#### [Work task]
Each line from the one containing "the first half's" to the end of the listing below should be repeated exactly, with no other line included.

/---

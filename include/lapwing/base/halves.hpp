// A pass over a mesh's points worked as two halves, the second on a second thread where there
// is one: a lap on two threads (LapSolver::set_threads) and a long mesh's layout (build_mesh).
// The halves are the same whatever the threads, so the results are too.
#pragma once

#include <atomic>
#include <condition_variable>
#include <cstddef>
#include <cstdint>
#include <exception>
#include <functional>
#include <memory>
#include <mutex>
#include <thread>

namespace lapwing {

/// A second thread that runs one job at a time: start() hands it a job, wait() waits for it and
/// rethrows what it threw. Kept by its owner (a LapSolver keeps one for its life), so that a
/// pass does not pay a thread's start (some 25 microseconds here, measured) each time.
///
/// Both sides spin a short while before they sleep: the thread for its next job after each
/// one (a lap hands it three to five jobs, a few to a few hundred microseconds apart), the
/// caller for the job's end. A wake-up through the condition variable took tens of
/// microseconds on this machine's virtual processors (docs/performance.md, "A lone lap on two
/// threads"), as long as half a short lap's steady limits. The spin is bounded (spin_limit): a
/// thread with no work sleeps.
class SecondThread {
 public:
  SecondThread();
  ~SecondThread();
  SecondThread(const SecondThread&) = delete;
  SecondThread& operator=(const SecondThread&) = delete;

  /// A started thread, or nullptr where none can be had (a process at its limit): the caller
  /// then works on one.
  static std::unique_ptr<SecondThread> try_start();

  /// Runs `job` on the thread; wait() for it before the next.
  void start(std::function<void()> job);
  /// Waits for the job; rethrows what it threw.
  void wait();
  /// Waits for the job, dropping what it threw (the caller has an error of its own to report).
  void wait_quietly();

 private:
  void loop();
  // Jobs handed over and jobs done, counted: the thread has a job where posted_ > its last,
  // the caller's job is done where done_ == posted_. Written under mutex_ too, so that a side
  // that found nothing in its spin and sleeps is woken (condition variable) without a race.
  std::atomic<std::uint64_t> posted_{0}, done_{0};
  std::mutex mutex_;
  std::condition_variable wake_;
  std::function<void()> job_;
  std::atomic<bool> stop_{false};  // written under mutex_; read in the thread's spin too
  std::exception_ptr error_;
  std::thread thread_;  // last: it starts once the rest is built
};

/// The processors this process may run on: its affinity mask's count where the system tells it
/// (taskset, a cpuset, a batch job's cores), else std::thread::hardware_concurrency (at least
/// 1). A second thread on a processor shared with its caller pays SecondThread's spin on every
/// hand-over.
unsigned usable_processors();

/// A pass over points 0 to n-1 worked as two halves, [0, n/2) and [n/2, n), each from a fresh
/// start: `half(lo, hi)`. With a second thread the second half runs there. The halves are the
/// same either way, so the pass's results are too; where both halves throw, the first half's
/// error is the one rethrown (the one a pass from point 0 would meet first).
template <typename Half>
void in_halves(std::size_t n, SecondThread* second, const Half& half) {
  const std::size_t mid = n / 2;
  if (!second) {
    half(std::size_t{0}, mid);
    half(mid, n);
    return;
  }
  second->start([&] { half(mid, n); });
  try {
    half(std::size_t{0}, mid);
  } catch (...) {
    second->wait_quietly();
    throw;
  }
  second->wait();
}

}  // namespace lapwing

\---

#### [Task result]
/// same either way, so the pass's results are too; where both halves throw, the first half's
/// error is the one rethrown (the one a pass from point 0 would meet first).
template <typename Half>
void in_halves(std::size_t n, SecondThread* second, const Half& half) {
  const std::size_t mid = n / 2;
  if (!second) {
    half(std::size_t{0}, mid);
    half(mid, n);
    return;
  }
  second->start([&] { half(mid, n); });
  try {
    half(std::size_t{0}, mid);
  } catch (...) {
    second->wait_quietly();
    throw;
  }
  second->wait();
}

}  // namespace lapwing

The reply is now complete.